** Task input **

* * *

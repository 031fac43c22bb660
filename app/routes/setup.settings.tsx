import { useEffect } from "react";
import { Form, useNavigation, useRevalidator } from "react-router";
import { SeverityBadge, StatusBadge } from "~/components/badges";
import { Button, ButtonLink } from "~/components/button";
import { CheckboxField, FormAlert, SelectField, StaleAlert, TextField } from "~/components/field";
import { Card, EngineeringCaution, PageHeader } from "~/components/layout";
import { formFailure, useFormKey } from "~/components/form-failure";
import {
  mpyToMmPerYear,
  SP0775_BANDS_MPY,
  type MaterialFamily,
  type RateKind,
  type SeverityThresholds,
} from "~/domain/index.ts";
import { actorOf } from "~/models/audit.server";
import { lifeRuns, requestLifeRecompute } from "~/models/circuit-life.server";
import {
  ownerSettings,
  ownerSettingsVersion,
  removeFamilyThreshold,
  saveFamilyThreshold,
  saveLifePolicy,
  saveOwnerSettings,
} from "~/models/owner-settings.server";
import { can } from "~/services/permissions";
import { formatLocal } from "~/services/time";
import { db } from "~/services/db.server";
import { redirectWithFlash } from "~/services/flash.server";
import { requireOwnerUser } from "~/services/guards.server";
import { requestIdOf } from "~/services/problem.server";
import { formAction, intentOf, readForm } from "~/services/respond.server";
import type { Route } from "./+types/setup.settings";

// The form is validated by settingsSchema in models/owner-settings.server.ts (saveOwnerSettings).

export async function loader(args: Route.LoaderArgs) {
  const user = requireOwnerUser(args, "setUpSites");
  const [settings, version, runs] = await Promise.all([
    ownerSettings(db(), user.ownerId),
    ownerSettingsVersion(db(), user.ownerId),
    lifeRuns(db(), user.ownerId),
  ]);
  return {
    version,
    life: {
      ratePolicy: settings.ratePolicy,
      minimumRateMmPerYear: settings.minimumRateMmPerYear,
      couponWindowYears: settings.couponWindowYears,
      couponRateBasis: settings.couponRateBasis,
      rateDisagreementFactor: settings.rateDisagreementFactor,
      maxIntervalYears: settings.maxIntervalYears,
    },
    runs,
    canRecompute: can(user, "recomputeLife"),
    timeZone: user.timeZone,
    general: settings.generalThresholds ?? null,
    pitting: settings.pittingThresholds ?? null,
    minimumExposureDays: settings.minimumExposureDays,
    photosRequired: settings.photosRequired,
    families: Object.entries(settings.familyThresholds).flatMap(([family, kinds]) =>
      (["general", "pitting"] as const).flatMap((kind) => {
        const t = kinds?.[kind];
        return t ? [{ family, kind, ...t }] : [];
      }),
    ),
  };
}

export async function action(args: Route.ActionArgs) {
  const user = requireOwnerUser(args, "setUpSites");
  const values = await readForm(args.request);
  const intent = intentOf(values, [
    "useDefaults",
    "saveSettings",
    "saveFamilyThreshold",
    "removeFamilyThreshold",
    "saveLifePolicy",
    "recomputeLife",
  ] as const);
  const requestId = requestIdOf(args.context);
  if (intent === "recomputeLife") {
    const engineer = requireOwnerUser(args, "recomputeLife");
    return formAction(values, async () => {
      await requestLifeRecompute(db(), engineer, values);
      return redirectWithFlash("/setup/settings#life", {
        tone: "ok",
        message: "Recompute queued: every circuit's remaining life is computed again; progress is shown below.",
      });
    });
  }
  return formAction(values, async () => {
    if (intent === "saveLifePolicy") {
      const r = await saveLifePolicy(db(), user.ownerId, actorOf(user), values, requestId);
      return redirectWithFlash("/setup/settings#life", {
        tone: "ok",
        message: r.changed
          ? "Rate policy saved. Every circuit's remaining life is being recomputed with it; earlier versions are kept."
          : "Nothing had changed.",
      });
    }
    if (intent === "saveFamilyThreshold" || intent === "removeFamilyThreshold") {
      const save = intent === "saveFamilyThreshold";
      const r = await (save ? saveFamilyThreshold : removeFamilyThreshold)(
        db(),
        user.ownerId,
        actorOf(user),
        values,
        requestId,
      );
      return redirectWithFlash("/setup/settings#families", {
        tone: "ok",
        message: save
          ? `Thresholds for ${familyWords[r.family]} (${r.kind}) saved; results computed from now on use them.`
          : `Thresholds for ${familyWords[r.family]} (${r.kind}) removed; such coupons are not graded from now on.`,
      });
    }
    if (intent === "useDefaults") {
      // Back to SP0775 for both kinds; the minimum exposure stays as it is.
      const current = await ownerSettings(db(), user.ownerId);
      await saveOwnerSettings(
        db(),
        user.ownerId,
        actorOf(user),
        {
          minimum_exposure_days: current.minimumExposureDays,
          photos_required: current.photosRequired ? "on" : "off",
          version: values.version,
        },
        requestId,
      );
      return redirectWithFlash("/setup/settings", {
        tone: "ok",
        message: "Rates are graded with the NACE SP0775 default bands again.",
      });
    }
    const r = await saveOwnerSettings(db(), user.ownerId, actorOf(user), values, requestId);
    return redirectWithFlash("/setup/settings", {
      tone: "ok",
      message: r.changed
        ? "Settings saved. Results computed from now on use them; results already stored keep the thresholds they were graded with."
        : "Nothing had changed.",
    });
  });
}

/** mm/y to at most 4 decimals, without trailing zeros. */
const mm = (v: number) => String(Number(v.toFixed(4)));

const defaultsMm = (kind: RateKind): SeverityThresholds => ({
  moderate: mpyToMmPerYear(SP0775_BANDS_MPY[kind].moderate),
  high: mpyToMmPerYear(SP0775_BANDS_MPY[kind].high),
  severe: mpyToMmPerYear(SP0775_BANDS_MPY[kind].severe),
});

const familyWords: Record<MaterialFamily, string> = {
  "carbon-steel": "carbon steel",
  "stainless-steel": "stainless steel",
  "copper-alloy": "copper alloys",
  "aluminium-alloy": "aluminium alloys",
  titanium: "titanium",
  "nickel-alloy": "nickel alloys",
  zinc: "zinc",
  lead: "lead",
};

const levels = [
  { key: "moderate", label: "Moderate from", words: "a rate at or above this is at least moderate" },
  { key: "high", label: "High from", words: "a rate at or above this is at least high" },
  { key: "severe", label: "Severe above", words: "a rate above this is severe" },
] as const;

const policyWords = {
  greater_of_long_short: "Greater of long- and short-term",
  regression_upper: "Regression, upper 95 % bound",
} as const;

const triggerWords = {
  button: "button",
  command: "command",
  policy: "rate policy changed",
  design: "design data changed",
  thresholds: "thresholds changed",
} as const;

const stateWords = { queued: "queued", running: "running", done: "done", failed: "failed" } as const;

/** Reloads the page every few seconds while a recompute is queued or running. */
function useRefreshWhile(active: boolean) {
  const { revalidate, state } = useRevalidator();
  useEffect(() => {
    if (!active) return;
    const timer = window.setInterval(() => {
      if (state === "idle") void revalidate();
    }, 3000);
    return () => window.clearInterval(timer);
  }, [active, revalidate, state]);
}
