/** Sets (or replaces) the thresholds of one family and kind, with an audit event. */
export async function saveFamilyThreshold(
  conn: Db,
  ownerId: string,
  actor: Actor,
  input: FormInput,
  requestId?: string | null,
) {
  const v = parseOrThrow(familyThresholdSchema, input);
  return auditedWrite(conn, { ownerId, actor, requestId }, async ({ trx, record }) => {
    const key = { owner_id: ownerId, family: v.family, kind: v.kind };
    const before: FamilyRow | undefined = await trx("owner_family_thresholds")
      .where(key)
      .forUpdate()
      .first("moderate_mm_y", "high_mm_y", "severe_mm_y");
    const values = {
      moderate_mm_y: v.thresholds.moderate,
      high_mm_y: v.thresholds.high,
      severe_mm_y: v.thresholds.severe,
    };
    await trx("owner_family_thresholds")
      .insert({ ...key, ...values })
      .onConflict(["owner_id", "family", "kind"])
      .merge({ ...values, updated_at: trx.fn.now() });
    await record({
      action: "owner_settings.updated",
      recordType: "owner_settings",
      recordId: ownerId,
      before: before
        ? {
            family: v.family,
            kind: v.kind,
            moderate: Number(before.moderate_mm_y),
            high: Number(before.high_mm_y),
            severe: Number(before.severe_mm_y),
          }
        : null,
      after: { family: v.family, kind: v.kind, ...v.thresholds },
    });
    await queueThresholdRecompute(trx, ownerId, actor);
    return { family: v.family, kind: v.kind };
  });
}

/** Removes the thresholds of one family and kind (its coupons are then not graded). */
export async function removeFamilyThreshold(
  conn: Db,
  ownerId: string,
  actor: Actor,
  input: FormInput,
  requestId?: string | null,
) {
  const v = parseOrThrow(
    z.object({
      family: z.enum(otherFamilies, { error: "Choose the material family." }),
      kind: z.enum(["general", "pitting"], { error: "Choose general or pitting." }),
    }),
    input,
  );
  return auditedWrite(conn, { ownerId, actor, requestId }, async ({ trx, record }) => {
    const removed = await trx("owner_family_thresholds")
      .where({ owner_id: ownerId, family: v.family, kind: v.kind })
      .delete();
    if (removed === 0) throw new NotFoundInTenant("threshold");
    await record({
      action: "owner_settings.updated",
      recordType: "owner_settings",
      recordId: ownerId,
      before: { family: v.family, kind: v.kind },
      after: null,
    });
    await queueThresholdRecompute(trx, ownerId, actor);
    return v;
  });
}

* * *

** Activity **
What lines in the material above include "saveFamilyThreshold"? Copy every one of them.

** Answer space **
  saveFamilyThreshold,
    "saveFamilyThreshold",
    if (intent === "saveFamilyThreshold" || intent === "removeFamilyThreshold") {
      const save = intent === "saveFamilyThreshold";
      const r = await (save ? saveFamilyThreshold : removeFamilyThreshold)(
export async function saveFamilyThreshold(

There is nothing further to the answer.